───── Recorded data

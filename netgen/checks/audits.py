"""Energy (first law) and entropy (second law) audits of a transient, from its waveforms alone.

Both audits read only named waveforms (signal → array on the time grid), so a test can feed
them a doctored waveform and see them fail. Each waveform may come in two versions at the
grid points: the value just after (`right`) and just before (`left`) a source corner; step
integrals use the right value at the start of a step and the left value at its end.
"""
from __future__ import annotations

from dataclasses import dataclass

import numpy as np

from netgen.model.design import Design

DEFAULT_ENERGY_TOL = 0.005  # LANGUAGE.md: `audit energy` default 0.5 %
ENTROPY_TOL = 2e-3  # a negative production within this share of the entropy flows is integration error


@dataclass
class AuditResult:
    kind: str
    passed: bool
    measured: float  # energy: relative imbalance; entropy: worst normalised production rate
    limit: float
    detail: str
    worst_time: float | None = None


def _terms(d: Design, role: str) -> list:
    return [term for e in d.elements for term in e.energy() if term.role == role]


def energy_signals(d: Design) -> dict[str, list[str]]:
    """The signals each energy term needs (each element kind names its own terms)."""
    return {role: [term.signal for term in _terms(d, role)] for role in ("supplied", "lost", "stored")}


def entropy_signals(d: Design) -> list[str]:
    out = [f"T({n.name})" for n in d.nodes.values() if n.capacity is not None]
    out += [s for e in d.elements for pair in e.entropy() for s in pair]
    return list(dict.fromkeys(out))


def _step_integral(t, right, left):
    """Σ h/2·(value after the start + value before the end) per step."""
    h = np.diff(t)
    return 0.5 * h * (right[:-1] + left[1:])


def energy_audit(d: Design, t: np.ndarray, right: dict, left: dict, tol: float | None = None) -> AuditResult:
    """First law: energy supplied = stored + dissipated, over the whole transient."""
    tol = DEFAULT_ENERGY_TOL if tol is None else tol
    supplied_terms = {term.signal: term.sign * float(np.sum(_step_integral(t, right[term.signal], left[term.signal])))
                      for term in _terms(d, "supplied")}
    lost_terms = {term.signal: float(np.sum(_step_integral(t, right[term.signal], left[term.signal])))
                  for term in _terms(d, "lost")}
    stored_terms = {}
    for n in d.nodes.values():
        if n.capacity is not None:
            T = right[f"T({n.name})"]
            stored_terms[f"T({n.name})"] = n.capacity * float(T[-1] - T[0])
    for term in _terms(d, "stored"):
        v = right[term.signal]
        stored_terms[term.signal] = 0.5 * term.k * float(v[-1] ** 2 - v[0] ** 2)
    supplied = sum(supplied_terms.values())
    stored = sum(stored_terms.values())
    lost = sum(lost_terms.values())
    scale = sum(abs(v) for v in (*supplied_terms.values(), *stored_terms.values(), *lost_terms.values()))
    imbalance = supplied - stored - lost
    rel = abs(imbalance) / scale if scale > 0 else 0.0
    detail = (f"supplied {supplied:.6g} J, stored {stored:.6g} J, dissipated {lost:.6g} J, "
              f"imbalance {imbalance:.3g} J")
    return AuditResult("energy", rel <= tol, rel, tol, detail)


def entropy_audit(d: Design, t: np.ndarray, right: dict, left: dict) -> AuditResult:
    """Second law: the entropy the thermal network produces, step by step, is never negative.

    Production over a step = Σ C·ln(T_end/T_start) over masses − ∫ Q/T over the heat that
    reservoirs and heat inputs bring in. Electrical dissipation outside the thermal network
    produces entropy too (always positive) and is left out.
    """
    if len(t) < 2:
        return AuditResult("entropy", True, 0.0, -ENTROPY_TOL, "no steps")
    h = np.diff(t)
    produced = np.zeros(len(h))
    flows = np.zeros(len(h))
    for n in d.nodes.values():
        if n.capacity is not None:
            T = right[f"T({n.name})"]
            ds = n.capacity * np.log(T[1:] / T[:-1])
            produced += ds
            flows += np.abs(ds)
    for q, temp in (pair for e in d.elements for pair in e.entropy()):
        s_in = _step_integral(t, right[q] / right[temp], left[q] / left[temp])
        produced -= s_in
        flows += np.abs(s_in)
    # A corner stored twice is a step of zero length: nothing is produced across it.
    keep = h > 0
    produced, flows, h, starts = produced[keep], flows[keep], h[keep], t[:-1][keep]
    ends = t[1:][keep]
    rate = produced / h
    flow_rate = flows / h
    # Near equilibrium both the production and the flows vanish: judge a step against at least
    # a thousandth of the run's largest entropy flow, so round-off there is not a violation.
    norm = rate / np.maximum(flow_rate, max(1e-3 * float(flow_rate.max()), 1e-300))
    k = int(np.argmin(norm))
    worst = float(norm[k])
    total = float(np.sum(produced))
    ok = worst >= -ENTROPY_TOL and total >= 0
    detail = (f"total production {total:.6g} J/K; lowest rate {rate[k]:.3g} W/K "
              f"({worst:.2e} of the entropy flows) at t = {starts[k]:.6g} s .. {ends[k]:.6g} s")
    return AuditResult("entropy", ok, worst, -ENTROPY_TOL, detail, worst_time=float(starts[k]))


def needed_signals(d: Design) -> list[str]:
    sig = energy_signals(d)
    out = sig["supplied"] + sig["lost"] + entropy_signals(d)
    out += [f"T({n.name})" for n in d.nodes.values() if n.capacity is not None]
    return list(dict.fromkeys(out + sig["stored"]))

──────────

→ **Directions for this task**
Could you write out exactly the lines above, starting at the first one and ending with the line that has "Both audits read"?

→ **Output of the exercise**
filename netgen/checks/audits.py
"""Energy (first law) and entropy (second law) audits of a transient, from its waveforms alone.

Both audits read only named waveforms (signal → array on the time grid), so a test can feed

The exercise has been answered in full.